Japan Fair showcases traditional, modern Japanese culture 1

Japanese Dolls dressed in traditional Japanese clothing at the Japan Fair on Oct. 16. The one on the left is wearing a Kimono, and the one on the right is wearing a Hatori. 

Japan Fair, the largest Japanese cultural festival in Southern California, was held at the Orange County Fairgrounds Oct. 15-17. 

People flocked from all over to Costa Mesa to experience this immersive and informative event. Japan Fair aims to educate the general public about both traditional and modern Japanese culture. 

Japan Fair first began in 2009, and according to event coordinator Masa Taguchi, is growing every year. 

“The fair began as a one-day event on Saturday, it's gotten so big that it's now a three-day event extending into both the day and night time,” Taguchi said. 

This year's theme was “The Skills of Japan.” The theme was specially chosen by Taguchi keeping in mind those who weren’t able to travel to Japan because of COVID-19 travel restrictions. 

“Most people couldn’t leave or travel this year,” Taguchi said. “This theme was special as we wanted to showcase Japanese culture to those who were stuck at home.” 

The event was split into three main areas: food, vendors and live entertainment. 

This year Japan Fair had 76 sellers in the marketplaces and 27 different food trucks.

Food trucks were lined up alongside the perimeter of the event, surrounding visitors with a diverse range of eating options. Japanese foods such as sushi, ramen, yakisoba and taiyaki were all readily available for hungry guests.

Many of these food vendors were local Orange County-based Japanese restaurants. One of these restaurants was Shin-Sen-Gumi, a Fountain Valley restaurant selling their famous yakitori. Yakitori is a grilled skewered meat often served with sauce. 

The fair had Japanese food options available, along with many other Asian cultural foods. One of the most popular food trucks was Luckyball Korean BBQ for their Korean Squid Skewers. Filipino food was represented by Kapamilya Family Restaurant selling Halo-Halo and Lumpia. 

Many vendors sold Japanese clothing items. Traditional clothing items like Hatori and Kimonos were for sale. Casual t-shirts decorated with Kanji phrases were also being sold.

Japan Fair showcases traditional, modern Japanese culture 2

A vendor selling Anime blankets and toys at Japan Fair on Oct. 16. 

 

Anime, or Japanese animated work, had its own section on the fairgrounds. Many cosplayers appeared dressed as their favorite characters and flocked to the vendors to purchase merchandise of their favorite show. Anime inspired toys, stickers, patches, pillows and blankets were all being sold and sought after.

One booth sold storybooks of Japanese fables intended for children. One of the storybooks told the story of Maneki-neko or “the lucky cat.” It is believed that having a picture or figurine of this cat brings good fortune. 

Japan Fair showcases traditional, modern Japanese culture 3

The Lucky Cat had its own booth where it was being sold at Japan Fair on Oct. 16. The book is meant for children, and explains how the cat came to be a symbol of good fortune. 

 

Calligraphy is considered an artform in Japan and plays a huge role in the culture. Kanji phrases such as “zen,” “success” and “happiness” were neatly written and being sold. 

Japan Fair showcases traditional, modern Japanese culture

A vendor at Japan Fair selling Calligraphy on Oct. 16. The top right art piece translates to “yume” and means “dream.” 

Outside the marketplace and the food trucks, live entertainment was presented on a huge stage at the end of the venue. 

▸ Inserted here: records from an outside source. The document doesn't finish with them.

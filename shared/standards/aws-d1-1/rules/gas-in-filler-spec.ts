/** Row 21 (GMAW, FCAW): a gas that the A5 specification of the filler does not cover. */
import { names } from '../../common/wording.ts'
import type { Rule } from '../../rule.ts'
import { gasRule } from '../gas-rule.ts'

const listed = gasRule('gas_in_filler_spec')

/** The same gas is no change; for another the gases of each A5 specification would have to be known. */
export const gasInFillerSpec: Rule = {
  ...listed,
  check(context, sides, joined) {
    const judged = listed.check(context, sides, joined)
    if (judged?.verdict !== 'outside') return judged
    return { ...judged, verdict: 'cannot-tell', sentence: `The gas is not that of ${names(sides)}; whether the A5 specification of the filler covers it must be looked up there.`, missing: ['gases covered by the A5 specification of the filler'], fixes: [] }
  },
}
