/** Row 18: travel speed by percentage: SAW 15, GMAW and FCAW 25, GTAW 50. */
import { meta } from '../meta.ts'
import { byProcess, settingRule } from '../percent.ts'

export const travelSpeed = settingRule({
  meta: meta('travel_speed'),
  setting: 'travelSpeed',
  label: 'travel speed',
  dimension: 'travelSpeed',
  band: byProcess({ SAW: 15, GMAW: 25, FCAW: 25, GTAW: 50 }),
})
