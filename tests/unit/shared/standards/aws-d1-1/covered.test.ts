/** What a test covers is said with the clause of its own product, with its open bounds, and never for another kind of metal. */
import { describe, expect, test } from 'vitest'
import { contradictions } from '@shared/assessment/contradictions.ts'
import { qualifyCoupon } from '@shared/assessment/assess.ts'
import { withValue } from '@shared/assessment/impact-paths.ts'
import type { QualifiedRange } from '@shared/schemas/assessment.ts'
import { interval } from '@shared/units/convert.ts'
import { coupon, finding, first, judge, pair, procedure, type GivenCoupon } from './records.ts'

const rangeOf = (rule: string, given: GivenCoupon): QualifiedRange => {
  const found = qualifyCoupon(coupon(given), 'aws-d1-1', '2020', null).ranges.find(({ ruleId }) => ruleId === `aws-d1-1/${rule}`)
  if (!found) throw new Error(`no range of ${rule}`)
  return found
}
const pipe: GivenCoupon = { change: (v) => Object.assign(v, { product: 'pipe', diameter: interval(168.3, undefined, 'length') }) }

describe('what a test covers', () => {
  test('a complete-penetration plate test by the plate table, a pipe test by the pipe table', () => {
    expect(rangeOf('weld-kind', {})).toMatchObject({ clause: 'Table 6.2', basis: 'memory' })
    expect(rangeOf('weld-kind', pipe).clause).toBe('Table 10.9')
    expect(finding(pair({}, () => undefined, (v) => (v.joint.penetration = 'partial')), 'thickness')).toMatchObject({ verdict: 'within' })
  })

  test('a coupon of aluminium or stainless steel covers no base metal, and names itself only', () => {
    for (const metal of [{ specification: 'B/SB-209', grade: '6061-T6', d12MNumber: '23' }, { specification: 'A240', grade: '304L', pNumber: '8' }]) {
      const given: GivenCoupon = { change: (v) => { for (const member of [v.baseMetals.a, v.baseMetals.b]) Object.assign(member, metal) } }
      expect(rangeOf('base-metal', given)).toMatchObject({ range: { type: 'set', values: [], unknown: false }, reason: expect.stringContaining('not carbon or low-alloy steel') as string })
      expect(finding(judge(procedure(), [coupon(given)]), 'base-metal')).toMatchObject({ verdict: 'outside', sentence: 'Group II to Group II is not covered: PQR-001 qualifies no steel.' })
    }
  })

  test('gas flow on the limit itself is outside, said so, and the fixes cure it', () => {
    const wps = procedure({ processes: ['FCAW'], change: (v) => (first(v).shieldingGas!.flow = interval(16, 30, 'gasFlow')) })
    const coupons = [coupon({ processes: ['FCAW'] })]
    const found = finding(judge(wps, coupons), 'gas-flow')
    expect(found).toMatchObject({ verdict: 'outside', sentence: '16 L/min and 30 L/min are limits that are themselves not covered: PQR-001 qualifies above 16 L/min and below 30 L/min.' })
    const cured = found.fixes.reduce((content, fix) => (fix.kind === 'set' ? { ...content, variables: withValue(content.variables, fix.field, fix.value) } : content), wps)
    expect(found.fixes.filter(({ kind }) => kind === 'set')).toHaveLength(2)
    expect(finding(judge(cured, coupons), 'gas-flow').verdict).toBe('within')
    const upper = procedure({ processes: ['FCAW'], change: (v) => (first(v).shieldingGas!.flow = interval(18, 30, 'gasFlow')) })
    expect(finding(judge(upper, coupons), 'gas-flow').sentence).toBe('30 L/min is a limit that is itself not covered: PQR-001 qualifies above 16 L/min and below 30 L/min.')
  })

  test('a contradiction names the ends that are given', () => {
    const { variables } = procedure({ change: (v) => (v.diameter = { min: interval(60, undefined, 'length').min, max: null, all: false }) })
    expect(contradictions(variables).map(({ sentence }) => sentence)).toEqual(['Diameter 60 mm is given, but the product is plate.'])
  })
})
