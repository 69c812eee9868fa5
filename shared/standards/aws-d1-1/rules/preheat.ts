/** Rows 35 and 36: preheat and minimum interpass temperature may fall by 15 °C (25 °F), with GTAW by 55 °C (100 °F). */
import { between, closed, UNLIMITED, unknownNumeric } from '../../../ranges/numeric.ts'
import type { Process } from '../../../schemas/welding.ts'
import type { UnitSystem } from '../../../units/types.ts'
import { figureOrNull, tidy, unitOf } from '../../common/reading.ts'
import { figureRule } from '../../common/rule-kinds.ts'
import { show } from '../../common/wording.ts'
import type { CouponSide, Rule } from '../../rule.ts'
import { meta } from '../meta.ts'
import type { Variable } from '../variables.ts'

const STEP = { SI: { other: 15, GTAW: 55 }, US: { other: 25, GTAW: 100 } } as const
const stepOf = (process: Process | null | undefined, system: UnitSystem): number => STEP[system][process === 'GTAW' ? 'GTAW' : 'other']

/** The lowest interpass temperature of the run sheet, else the preheat that was kept. */
function lowestInterpass(side: CouponSide, system: UnitSystem): number | null {
  const rows = side.coupon.content.runSheet.filter((row) => row.processId === side.block?.id).flatMap((row) => figureOrNull(row.interpass, 'temperature', system) ?? [])
  return rows.length > 0 ? Math.min(...rows) : figureOrNull(side.variables.preheat.minimum, 'temperature', system)
}

function build(variable: Variable, label: string, tested: (side: CouponSide, system: UnitSystem) => number | null): Rule {
  return figureRule({
    meta: meta(variable),
    field: 'preheat.minimum',
    at: 'weld',
    label,
    dimension: 'temperature',
    ends: { min: '', max: '' },
    asked(context) {
      const minimum = figureOrNull(context.procedure.preheat.minimum, 'temperature', context.system)
      return minimum === null ? null : { min: minimum, max: minimum }
    },
    range(context, side) {
      const { system } = context
      const unit = unitOf('temperature', system)
      const had = tested(side, system)
      if (had === null) return { range: unknownNumeric('temperature', unit), tested: null, reason: `${side.coupon.number} does not record the ${label}.`, missing: [`${side.coupon.number}: preheat.minimum`] }
      const step = stepOf(side.block?.process, system)
      const lowest = tidy(had - step)
      return { range: between('temperature', unit, closed(lowest), UNLIMITED), tested: had, reason: `${show(had, unit)} less ${step} gives ${show(lowest, unit)} as the lowest.` }
    },
    plan: (asked, context) => `A coupon welded with a ${label} of at most ${show(Number(asked.min) + stepOf(context.block?.process, context.system), unitOf('temperature', context.system))}.`,
  })
}

export const preheat = build('preheat', 'minimum preheat', (side, system) => figureOrNull(side.variables.preheat.minimum, 'temperature', system))
/** The standard sets one minimum for preheat and interpass: the procedure's minimum is compared with the lowest that the test had between passes. */
export const interpassMinimum = build('interpass_min', 'minimum interpass temperature', lowestInterpass)
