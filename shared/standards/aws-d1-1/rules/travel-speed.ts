/** Row 18: travel speed by percentage: SAW 15, GMAW and FCAW 25, GTAW 50. */
import type { Process } from '../../../schemas/welding.ts'
import { meta } from '../meta.ts'
import { settingRule } from '../percent.ts'

const PERCENT: Partial<Record<Process, number>> = { SAW: 15, GMAW: 25, FCAW: 25, GTAW: 50 }

export const travelSpeed = settingRule({
  meta: meta('travel_speed'),
  setting: 'travelSpeed',
  label: 'travel speed',
  dimension: 'travelSpeed',
  band(process) {
    const percent = PERCENT[process]
    return percent === undefined ? null : { down: percent, up: percent }
  },
})
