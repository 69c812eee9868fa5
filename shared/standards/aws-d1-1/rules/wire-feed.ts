/** Row 17 (SAW, GMAW, FCAW): wire feed speed more than 10 % off the PQR value, where it and not amperage is the control. */
import { isStated } from '../../common/reading.ts'
import { names } from '../../common/wording.ts'
import type { Rule } from '../../rule.ts'
import { meta } from '../meta.ts'
import { settingRule } from '../percent.ts'

const base = settingRule({
  meta: meta('wire_feed_speed'),
  setting: 'wireFeed',
  label: 'wire feed speed',
  dimension: 'wireFeed',
  band: () => ({ down: 10, up: 10 }),
  applies: (context) => !!context.block && (isStated(context.block.electrical.wireFeed) || context.block.passes.some((pass) => isStated(pass.wireFeed)) || !isStated(context.block.electrical.current)),
})

export const wireFeed: Rule = {
  ...base,
  check(context, sides, joined) {
    const judged = base.check(context, sides, joined)
    const { block } = context
    if (judged?.verdict !== 'outside' || !block || !isStated(block.electrical.current)) return judged
    return { ...judged, verdict: 'cannot-tell', sentence: `${judged.sentence} It counts only if wire feed speed and not amperage is the control; the procedure states both.`, missing: [`procedure: which of amperage and wire feed speed is the control (${names(sides)})`] }
  },
}
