/** Table 6.7: what counts besides Table 6.5 when CVN toughness is specified. It adds to Table 6.5 and never loosens it. */
import { between, closed, UNLIMITED, unknownNumeric } from '../../../ranges/numeric.ts'
import type { ProcessBlock, WeldingVariables } from '../../../schemas/welding.ts'
import type { UnitSystem } from '../../../units/types.ts'
import { figureOrNull, figures, sameText, tidy, unitOf } from '../../common/reading.ts'
import { figureRule, namedRule } from '../../common/rule-kinds.ts'
import { cannotTell, names, show } from '../../common/wording.ts'
import type { Rule } from '../../rule.ts'
import { classification } from '../fillers.ts'
import { meta } from '../meta.ts'
import { askedPlaces } from '../positions.ts'
import { couponThickness, lengthRange, unknownLength } from '../ranges.ts'
import { groupsOf, identity, members } from '../steels.ts'

/** Group of each member, in one name whichever way round; the steel itself where it has no group. Null where neither is known. */
function groupPair(variables: WeldingVariables, system: UnitSystem): string | null {
  const told = members(variables, system).map(({ metal, thickness }) => {
    const groups = groupsOf(metal, thickness, system)
    return groups ? `Group ${groups.map((group) => (group === 'PQR' ? `of ${identity(metal) ?? 'PQR'}` : group)).join(' and ')}` : identity(metal)
  })
  return told.some((one) => one === null) ? null : told.sort().join(' to ')
}

export const cvnBaseGroup = namedRule({
  meta: meta('cvn_base_group'),
  field: 'baseMetals.a.d11Group',
  at: 'weld',
  label: 'base metal group',
  asked(context) {
    const pair = groupPair(context.procedure, context.system)
    return pair ? [pair] : null
  },
  tested: (context, side) => groupPair(side.variables, context.system),
  because: 'With CVN any other base metal group counts.',
})

/** Printed pairs: the floor, the thickness below which it falls to the least, and that least. */
const FLOOR = { SI: { floor: 16, thin: 6, least: 3 }, US: { floor: 5 / 8, thin: 1 / 4, least: 1 / 8 } } as const

export const cvnThickness = figureRule({
  meta: meta('cvn_min_thickness', { combine: 'union' }),
  field: 'thickness',
  at: 'weld',
  label: 'least thickness with CVN',
  dimension: 'length',
  asked(context) {
    const all = [context.procedure.thickness, context.procedure.thicknessB].flatMap((interval) => (interval ? [figures(interval, 'length', context.system)] : []))
    if (all.some(({ fault }) => fault)) return 'fault'
    if (all.some((one) => one.all)) return { min: 0, max: null }
    const lows = all.flatMap(({ min, max }) => min ?? max ?? [])
    return lows.length > 0 ? { min: Math.min(...lows), max: Math.min(...lows) } : null
  },
  range(context, side) {
    const { system } = context
    const T = couponThickness(side.variables, system)
    if (T === null) return { range: unknownLength(system), tested: null, reason: `${side.coupon.number} has no thickness recorded.`, missing: [`${side.coupon.number}: thickness`] }
    const { floor, thin, least } = FLOOR[system]
    const low = T < thin ? least : Math.min(T, floor)
    return { range: lengthRange(system, low, null), tested: T, reason: `A test of ${show(T, unitOf('length', system))} gives ${show(low, unitOf('length', system))} as the least thickness with CVN.` }
  },
})

export const cvnFillerClass = namedRule({
  meta: meta('cvn_filler_class'),
  field: 'filler.classification',
  at: 'block',
  label: 'filler classification',
  applies: (context) => context.block?.filler.added !== false,
  asked(context) {
    const value = context.block && classification(context.block.filler)
    return value ? [value] : null
  },
  tested: (_context, side) => (side.block?.filler.added === false ? 'no filler' : side.block ? classification(side.block.filler) : null),
  because: 'With CVN any other classification counts, and an unclassified filler is only itself.',
})

/** Classification with the flux's trade name where it has no class; crushed slag is a flux of its own. */
function fluxToken(block: ProcessBlock | null): string | null {
  if (!block) return null
  const { fluxClassification, fluxTradeName, fluxIsRecrushedSlag } = block.filler
  if (fluxIsRecrushedSlag === null) return null
  const name = fluxClassification ?? fluxTradeName
  return name ? `${sameText(name)}${fluxIsRecrushedSlag ? ' from crushed slag' : ''}` : null
}

export const cvnFlux = namedRule({
  meta: meta('cvn_flux'),
  field: 'filler.fluxClassification',
  at: 'block',
  label: 'flux (class or trade name, crushed slag or not)',
  asked(context) {
    const value = fluxToken(context.block)
    return value ? [value] : null
  },
  tested: (_context, side) => fluxToken(side.block),
  because: 'With CVN another flux-wire class, another trade name of an unclassified flux, and crushed slag count.',
})

export const cvnBrand = namedRule({
  meta: meta('cvn_brand'),
  field: 'filler.tradeName',
  at: 'block',
  label: 'trade name of the electrode',
  asked: (context) => (context.block?.filler.tradeName ? [sameText(context.block.filler.tradeName)] : null),
  tested: (_context, side) => (side.block?.filler.tradeName ? sameText(side.block.filler.tradeName) : null),
  because: 'With CVN another maker, brand or type counts for flux-cored electrodes.',
})

const UP = 'vertical up'
const OTHER = 'other than vertical up'

function upToken(block: ProcessBlock | null): string | null {
  if (!block || block.positions.length === 0) return null
  if (!askedPlaces(block.positions).some((place) => place === 'vertical' || place === '5F') || block.progression === 'down') return OTHER
  return block.progression === null ? null : UP
}

export const cvnVerticalUp = namedRule({
  meta: meta('cvn_vertical_up'),
  field: 'positions',
  at: 'block',
  label: 'position and direction with CVN',
  asked(context) {
    const value = upToken(context.block)
    return value ? [value] : null
  },
  tested: (_context, side) => upToken(side.block),
  covers: (value) => (value === UP ? [UP, OTHER] : [OTHER]),
  because: 'A vertical-up test covers the toughness of every position; no other position covers vertical up.',
})

const STEP = { SI: 56, US: 100 } as const

export const cvnInterpass = figureRule({
  meta: meta('cvn_max_interpass'),
  field: 'preheat.interpassMaximum',
  at: 'weld',
  label: 'maximum interpass temperature',
  dimension: 'temperature',
  ends: { min: '', max: '' },
  asked(context) {
    const maximum = figureOrNull(context.procedure.preheat.interpassMaximum, 'temperature', context.system)
    return maximum === null ? null : { min: maximum, max: maximum }
  },
  range(context, side) {
    const { system } = context
    const unit = unitOf('temperature', system)
    const had = figureOrNull(side.variables.preheat.interpassMaximum, 'temperature', system)
    if (had === null) return { range: unknownNumeric('temperature', unit), tested: null, reason: `${side.coupon.number} has no interpass temperature recorded.`, missing: [`${side.coupon.number}: preheat.interpassMaximum`] }
    return { range: between('temperature', unit, UNLIMITED, closed(tidy(had + STEP[system]))), tested: had, reason: `${show(had, unit)} may rise by ${STEP[system]}.` }
  },
})

/** Of the total time in production at least this share must have been on the test. */
const SHARE = 0.8

const time = figureRule({
  meta: meta('cvn_pwht'),
  field: 'pwht.time',
  at: 'weld',
  label: 'time of heat treatment',
  dimension: 'time',
  asked(context) {
    const { min, max, fault } = figures(context.procedure.pwht.time, 'time', context.system)
    const high = max ?? min
    return fault ? 'fault' : high === null ? null : { min: high, max: high }
  },
  range(context, side) {
    const unit = unitOf('time', context.system)
    const treated = side.variables.pwht.condition
    if (treated === 'none') return null
    const { min, max } = figures(side.variables.pwht.time, 'time', context.system)
    const had = min ?? max
    if (had === null) return { range: unknownNumeric('time', unit), tested: null, reason: `${side.coupon.number} does not record the time of its heat treatment.`, missing: [`${side.coupon.number}: pwht.time`] }
    const most = tidy(had / SHARE)
    return { range: between('time', unit, UNLIMITED, closed(most)), tested: had, reason: `${show(had, unit)} on the test is 80 % of ${show(most, unit)}.` }
  },
})

export const cvnPwht: Rule = {
  ...time,
  applies: (context) => context.procedure.pwht.condition !== null && context.procedure.pwht.condition !== 'none',
  check(context, sides, joined) {
    const { condition } = context.procedure.pwht
    if (condition === null || condition === 'none') return null
    const judged = time.check(context, sides, joined)
    if (judged?.verdict !== 'within') return judged
    const asked = figures(context.procedure.pwht.temperature, 'temperature', context.system)
    const unit = unitOf('temperature', context.system)
    for (const side of sides) {
      const had = figures(side.variables.pwht.temperature, 'temperature', context.system)
      const [low, high, from, to] = [asked.min ?? asked.max, asked.max ?? asked.min, had.min ?? had.max, had.max ?? had.min]
      if (low === null || high === null || from === null || to === null) return cannotTell('The heat treatment temperature isn\'t recorded on both sides, so a change can\'t be told.', [...(low === null ? ['procedure: pwht.temperature'] : []), ...(from === null ? [`${side.coupon.number}: pwht.temperature`] : [])], { field: 'pwht.temperature', range: joined })
      if (from < low || to > high) return { ...judged, verdict: 'outside', field: 'pwht.temperature', sentence: `${names([side])} was treated at ${show(from, unit)}${from === to ? '' : ` to ${show(to, unit)}`}, outside the ${show(low, unit)} to ${show(high, unit)} of the procedure.` }
    }
    return judged
  },
}

const isStringer = (block: ProcessBlock | null): string | null => (block?.technique.bead === 'stringer' ? 'stringer beads' : block?.technique.bead ? 'weave beads' : null)

export const cvnWeave = namedRule({
  meta: meta('cvn_vertical_weave'),
  field: 'technique.bead',
  at: 'block',
  label: 'bead in vertical welding',
  applies: (context) => askedPlaces(context.block?.positions ?? []).includes('vertical'),
  asked(context) {
    const value = isStringer(context.block)
    return value ? [value] : null
  },
  tested: (_context, side) => isStringer(side.block),
  covers: (value) => (value === 'weave beads' ? ['weave beads', 'stringer beads'] : ['stringer beads']),
  because: 'With CVN a change from stringer to weave counts in vertical welding.',
  setValue: (name) => (name === 'stringer beads' ? 'stringer' : 'weave'),
})

export const cvnPasses = namedRule({
  meta: meta('cvn_multi_to_single'),
  field: 'technique.passesPerSide',
  at: 'block',
  label: 'passes per side',
  asked: (context) => (context.block?.technique.passesPerSide ? [context.block.technique.passesPerSide] : null),
  tested: (_context, side) => side.block?.technique.passesPerSide ?? null,
  covers: (value) => (value === 'single' ? ['single', 'multiple'] : ['multiple']),
  because: 'With CVN a change from several passes to a single pass per side counts.',
  setValue: (name) => name,
})

const swings = (block: ProcessBlock | null): boolean => block?.mechanisation === 'machine' || block?.mechanisation === 'automatic'

/** Oscillation is kept as text, so only equal words can be told to be within 20 %. */
const oscillation = namedRule({
  meta: meta('cvn_oscillation'),
  field: 'technique.oscillation',
  at: 'block',
  label: 'machine oscillation',
  applies: (context) => swings(context.block),
  asked: (context) => (context.block?.technique.oscillation ? [sameText(context.block.technique.oscillation)] : null),
  tested: (_context, side) => (side.block?.technique.oscillation ? sameText(side.block.technique.oscillation) : null),
  because: 'With CVN machine oscillation may change by 20 %.',
})

export const cvnOscillation: Rule = {
  ...oscillation,
  check(context, sides, joined) {
    const judged = oscillation.check(context, sides, joined)
    if (judged?.verdict !== 'outside') return judged
    return { ...judged, verdict: 'cannot-tell', sentence: `Machine oscillation is written otherwise than on ${names(sides)}; whether it differs by more than 20 % must be judged by a person.`, missing: ['oscillation in figures on both sides'], fixes: [] }
  },
}
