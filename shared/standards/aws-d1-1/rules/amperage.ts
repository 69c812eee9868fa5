/** Row 12: amperage. SMAW is held to the range of the electrode's maker, the other processes to a percentage of the PQR value. */
import { between, closed, unknownNumeric } from '../../../ranges/numeric.ts'
import { figures, isStated } from '../../common/reading.ts'
import { figureRule } from '../../common/rule-kinds.ts'
import { cannotTell, show } from '../../common/wording.ts'
import type { Rule } from '../../rule.ts'
import { meta } from '../meta.ts'
import { askedSetting, byProcess, lineCures, settingLines, settingRule } from '../percent.ts'

const byPercent = settingRule({
  meta: meta('amperage'),
  setting: 'current',
  label: 'amperage',
  dimension: 'current',
  perDiameter: true,
  band: byProcess({ SAW: 10, GMAW: 10, FCAW: 10, GTAW: 25 }),
})

/** The procedure's own record holds what the maker recommends; no coupon gives it. */
const byMaker = figureRule({
  meta: meta('amperage'),
  field: 'electrical.current',
  at: 'block',
  label: 'amperage',
  dimension: 'current',
  asked: (context) => askedSetting(context.block, 'current', 'current', context.system),
  range: () => null,
  cure: (context, joined) => settingLines(context, 'current').flatMap((line) => lineCures({ label: 'amperage', dimension: 'current' }, context, joined, line)),
})

export const amperage: Rule = {
  ...byPercent,
  range: (context, side) => (side.block?.process === 'SMAW' ? null : byPercent.range(context, side)),
  check(context, sides, joined) {
    if (context.block?.process !== 'SMAW') return byPercent.check(context, sides, joined)
    const { makerCurrent } = context.block.electrical
    const field = `${context.path}.electrical.makerCurrent`
    const maker = figures(makerCurrent, 'current', context.system)
    if (!isStated(makerCurrent) || maker.fault || maker.min === null || maker.max === null) {
      const judged = byMaker.check(context, sides, unknownNumeric('current', 'A'))
      if (judged?.field) return judged
      return cannotTell('For SMAW the amperage must stay in the range that the maker of the electrode recommends, which the procedure does not state.', ['procedure: electrical.makerCurrent'], { field, asked: judged?.asked ?? null, fixes: [{ kind: 'state', label: "State the maker's range of amperage", field }] })
    }
    const judged = byMaker.check(context, sides, between('current', 'A', closed(maker.min), closed(maker.max)))
    if (!judged || judged.verdict === 'cannot-tell') return judged
    const range = `${show(maker.min, 'A')} to ${show(maker.max, 'A')}`
    return {
      ...judged,
      tested: [],
      sentence: judged.verdict === 'within' ? `The amperage lies inside the ${range} that the maker recommends.` : `The amperage goes beyond the ${range} that the maker of the electrode recommends.`,
      fixes: judged.fixes?.filter((fix) => fix.kind === 'set'),
    }
  },
}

The performances are strategically scheduled in order to appeal to attending audiences. 

“Day and night attract different kinds of people – families with children attend in the day while younger people attend in the nighttime,” Taguchi said. 

In the daytime, more traditional performances occur such as kimono shows, tuna cutting performances and Taiko drum performances. At night, performances showcasing modern Japanese culture are exhibited. This includes dance groups and Anime theme song sing-alongs.  

“Japan fair is fun for everyone and something I enjoy hosting,” Taguchi said “Sharing my culture, food and music is something I really enjoy.”